YOUR OBJECTIVE:
An exact reprint of the data below is required, line for line.

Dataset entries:
#: Figure registry: each entry draws one figure (payload), its caption is the help text and
#: ``requires`` names the variables it cannot do without; the report shows them in this order.
FIGURES = Registry("figure")

FIGURES.add(
    "metric_bands",
    "Goal metric across the band: nominal plate, median, "
    "5–95 % and 1–99 % of the Monte Carlo samples, goal threshold, and the "
    "source spectrum behind.",
    payload=metric_bands,
    requires=("nominal_metric",),
)

FIGURES.add(
    "p05_overlay",
    "5th-percentile goal metric of every candidate; the shaded area is below the goal.",
    payload=p05_overlay,
    requires=("metric_quantile",),
)

FIGURES.add(
    "retardance_bands",
    "Retardance across the band: nominal plate and 5–95 % of samples, with the target retardance.",
    payload=retardance_bands,
    requires=("nominal_retardance",),
)

FIGURES.add(
    "yield",
    "Yield (fraction of sampled builds meeting the goal) with its confidence interval.",
    payload=yield_chart,
    requires=("yield",),
)

FIGURES.add(
    "sensitivity",
    "Yield with each tolerance alone and with all but it; "
    "the top row is the tolerance whose removal helps most.",
    payload=sensitivity_chart,
    requires=("yield",),
)

FIGURES.add(
    "variance_sensitivity",
    "First- and total-order Sobol' indices of pass/fail for each tolerance (filled: the share "
    "of the variance it explains alone; open: its share with interactions), with bootstrap "
    "limits.",
    payload=sobol_chart,
    requires=("sobol_pass_total", "sobol_total"),
)

FIGURES.add(
    "poincare",
    "Sampled output states (at the design wavelength; for a goal over the spectrum, the "
    "source-averaged state, inside the sphere where depolarized) on two "
    "orthographic views of the Poincaré sphere, and (right) a zoom on the plane tangent "
    "to the sphere at the goal state, scaled to the spread of the samples; the dashed "
    "circle there is where a pure state at one wavelength just meets the goal.",
    payload=poincare_views,
    requires=("design_stokes",),
)

FIGURES.add(
    "environment",
    "Retardance change of the error-free plate at the design wavelength vs plate "
    "temperature (from its value at the materials' reference temperature, where the plates "
    "are cut) and vs angle of incidence and its azimuth from the fast axis (from normal "
    "incidence); the dotted vertical line marks the spec's nominal temperature.",
    payload=environment_maps,
    requires=(),
)


def check_formats(formats) -> tuple[str, ...]:
    """Normalise figure formats (case-insensitive); unknown -> RetolError naming --format."""
    if isinstance(formats, str):
        formats = (formats,)
    out = []
    for f in formats or ("png",):
        f = str(f).strip().lower().lstrip(".")
        if f not in FORMATS:
            raise RetolError(
                "--format", f"unknown figure format {f!r}", f"use one of {', '.join(FORMATS)}"
            )
        if f not in out:
            out.append(f)
    return tuple(out)


#: Variables each figure cannot do without (read from the registry).
REQUIRES = {n: e.extra["requires"] for n, e in FIGURES.items()}


def figure_names(grid) -> list[str]:
    """The figures that apply to ``grid``: those whose variables it holds (the environment
    figure only with a temperature or tilt map)."""
    return [
        n
        for n in FIGURES
        if _has(grid, *REQUIRES[n]) and (n != "environment" or has_environment(grid))
    ]


def render(fig, target, fmt: str, dpi: int = 130):
    """Save ``fig`` to a path or binary file object in format ``fmt``, in our style."""
    with _style():
        fig.savefig(target, format=fmt, dpi=dpi)


def save_figures(grid, folder, formats=("png",)) -> dict[str, list[Path]]:
    """Write every figure that applies to ``grid`` into ``folder``.

    Parameters
    ----------
    grid : xarray.Dataset
        Results grid.
    folder : str or Path
        Destination folder, created if missing.
    formats : sequence of str
        Any of "png", "svg", "pdf".

    Returns
    -------
    dict
        Figure name -> list of written paths (one per format).

    Raises
    ------
    RetolError
        For an unknown format (field "--format").
    """
    formats = check_formats(formats)
    folder = Path(folder)
    folder.mkdir(parents=True, exist_ok=True)
    written: dict[str, list[Path]] = {}
    for name in figure_names(grid):
        fig = FIGURES[name].payload(grid)
        written[name] = []
        for fmt in formats:
            path = folder / f"{name}.{fmt}"
            render(fig, path, fmt)
            written[name].append(path)
        del fig
    return written


def yield_vs_width_figure(allocation):
    """Yield versus width of each varied tolerance alone, the others as given (the points the
    allocation evaluated, on common random numbers), with the target and the answer marked.

    Not a registered figure: it is drawn from a :class:`tolerance.allocation.Allocation`, not a
    results grid.
    """
    keys = list(allocation.vary)
    n = max(1, len(keys))
    with _style():
        fig = _figure(3.2 * min(n, 3), 2.6 * math.ceil(n / 3))
        axes = fig.subplots(math.ceil(n / 3), min(n, 3), squeeze=False).ravel()
        for ax, key in zip(axes, keys, strict=False):
            right = 0.0
            for i, ca in enumerate(allocation.candidates):
                a = ca.alone.get(key)
                if a is None or not a.curve:
                    continue
                w, y = np.array(a.curve).T
                ax.plot(w, y, "-o", ms=3, lw=1.0, color=_colour(i), label=ca.name)
                if a.width is not None:
                    ax.axvline(a.width, color=_colour(i), lw=0.8, ls=":")
                    # the search probes out to the physical bound: show the answer's
                    # neighbourhood, not the bound (the points beyond stay in the data)
                    right = max(right, 3.0 * a.width)
                else:
                    right = max(right, float(np.max(w)))
            ax.axhline(allocation.target_yield, color="0.4", lw=0.8, ls="--")
            if right > 0:
                ax.set_xlim(0.0, right)
            ax.set_xlabel(key)
            ax.set_ylabel("yield")
            ax.set_ylim(-0.02, 1.02)
        for ax in axes[len(keys) :]:
            ax.set_visible(False)
        if allocation.candidates:
            axes[0].legend(fontsize="small")
        return _finish(fig)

RESULT BELOW:
#: Figure registry: each entry draws one figure (payload), its caption is the help text and
#: ``requires`` names the variables it cannot do without; the report shows them in this order.
FIGURES = Registry("figure")

FIGURES.add(
    "metric_bands",
    "Goal metric across the band: nominal plate, median, "
    "5–95 % and 1–99 % of the Monte Carlo samples, goal threshold, and the "
    "source spectrum behind.",
    payload=metric_bands,
    requires=("nominal_metric",),
)

FIGURES.add(
    "p05_overlay",
    "5th-percentile goal metric of every candidate; the shaded area is below the goal.",
    payload=p05_overlay,
    requires=("metric_quantile",),
)

FIGURES.add(
    "retardance_bands",
    "Retardance across the band: nominal plate and 5–95 % of samples, with the target retardance.",
    payload=retardance_bands,
    requires=("nominal_retardance",),
)

FIGURES.add(
    "yield",
    "Yield (fraction of sampled builds meeting the goal) with its confidence interval.",
    payload=yield_chart,
    requires=("yield",),
)

FIGURES.add(
    "sensitivity",
    "Yield with each tolerance alone and with all but it; "
    "the top row is the tolerance whose removal helps most.",
    payload=sensitivity_chart,
    requires=("yield",),
)

FIGURES.add(
    "variance_sensitivity",
    "First- and total-order Sobol' indices of pass/fail for each tolerance (filled: the share "
    "of the variance it explains alone; open: its share with interactions), with bootstrap "
    "limits.",
    payload=sobol_chart,
    requires=("sobol_pass_total", "sobol_total"),
)

FIGURES.add(
    "poincare",
    "Sampled output states (at the design wavelength; for a goal over the spectrum, the "
    "source-averaged state, inside the sphere where depolarized) on two "
    "orthographic views of the Poincaré sphere, and (right) a zoom on the plane tangent "
    "to the sphere at the goal state, scaled to the spread of the samples; the dashed "
    "circle there is where a pure state at one wavelength just meets the goal.",
    payload=poincare_views,
    requires=("design_stokes",),
)

FIGURES.add(
    "environment",
    "Retardance change of the error-free plate at the design wavelength vs plate "
    "temperature (from its value at the materials' reference temperature, where the plates "
    "are cut) and vs angle of incidence and its azimuth from the fast axis (from normal "
    "incidence); the dotted vertical line marks the spec's nominal temperature.",
    payload=environment_maps,
    requires=(),
)


def check_formats(formats) -> tuple[str, ...]:
    """Normalise figure formats (case-insensitive); unknown -> RetolError naming --format."""
    if isinstance(formats, str):
        formats = (formats,)
    out = []
    for f in formats or ("png",):
        f = str(f).strip().lower().lstrip(".")
        if f not in FORMATS:
            raise RetolError(
                "--format", f"unknown figure format {f!r}", f"use one of {', '.join(FORMATS)}"
            )
        if f not in out:
            out.append(f)
    return tuple(out)


#: Variables each figure cannot do without (read from the registry).
REQUIRES = {n: e.extra["requires"] for n, e in FIGURES.items()}


def figure_names(grid) -> list[str]:
    """The figures that apply to ``grid``: those whose variables it holds (the environment
    figure only with a temperature or tilt map)."""
    return [
        n
        for n in FIGURES
        if _has(grid, *REQUIRES[n]) and (n != "environment" or has_environment(grid))
    ]


def render(fig, target, fmt: str, dpi: int = 130):
    """Save ``fig`` to a path or binary file object in format ``fmt``, in our style."""
    with _style():
        fig.savefig(target, format=fmt, dpi=dpi)


def save_figures(grid, folder, formats=("png",)) -> dict[str, list[Path]]:
    """Write every figure that applies to ``grid`` into ``folder``.

    Parameters
    ----------
    grid : xarray.Dataset
        Results grid.
    folder : str or Path
        Destination folder, created if missing.
    formats : sequence of str
        Any of "png", "svg", "pdf".

    Returns
    -------
    dict
        Figure name -> list of written paths (one per format).

    Raises
    ------
    RetolError
        For an unknown format (field "--format").
    """
    formats = check_formats(formats)
    folder = Path(folder)
    folder.mkdir(parents=True, exist_ok=True)
    written: dict[str, list[Path]] = {}
    for name in figure_names(grid):
        fig = FIGURES[name].payload(grid)
        written[name] = []
        for fmt in formats:
            path = folder / f"{name}.{fmt}"
            render(fig, path, fmt)
            written[name].append(path)
        del fig
    return written


def yield_vs_width_figure(allocation):
    """Yield versus width of each varied tolerance alone, the others as given (the points the
    allocation evaluated, on common random numbers), with the target and the answer marked.

    Not a registered figure: it is drawn from a :class:`tolerance.allocation.Allocation`, not a
    results grid.
    """
    keys = list(allocation.vary)
    n = max(1, len(keys))
    with _style():
        fig = _figure(3.2 * min(n, 3), 2.6 * math.ceil(n / 3))
        axes = fig.subplots(math.ceil(n / 3), min(n, 3), squeeze=False).ravel()
        for ax, key in zip(axes, keys, strict=False):
            right = 0.0
            for i, ca in enumerate(allocation.candidates):
                a = ca.alone.get(key)
                if a is None or not a.curve:
                    continue
                w, y = np.array(a.curve).T
                ax.plot(w, y, "-o", ms=3, lw=1.0, color=_colour(i), label=ca.name)
                if a.width is not None:
                    ax.axvline(a.width, color=_colour(i), lw=0.8, ls=":")
                    # the search probes out to the physical bound: show the answer's
                    # neighbourhood, not the bound (the points beyond stay in the data)
                    right = max(right, 3.0 * a.width)
                else:
                    right = max(right, float(np.max(w)))
            ax.axhline(allocation.target_yield, color="0.4", lw=0.8, ls="--")
            if right > 0:
                ax.set_xlim(0.0, right)
            ax.set_xlabel(key)
            ax.set_ylabel("yield")
            ax.set_ylim(-0.02, 1.02)
        for ax in axes[len(keys) :]:
            ax.set_visible(False)
        if allocation.candidates:
            axes[0].legend(fontsize="small")
        return _finish(fig)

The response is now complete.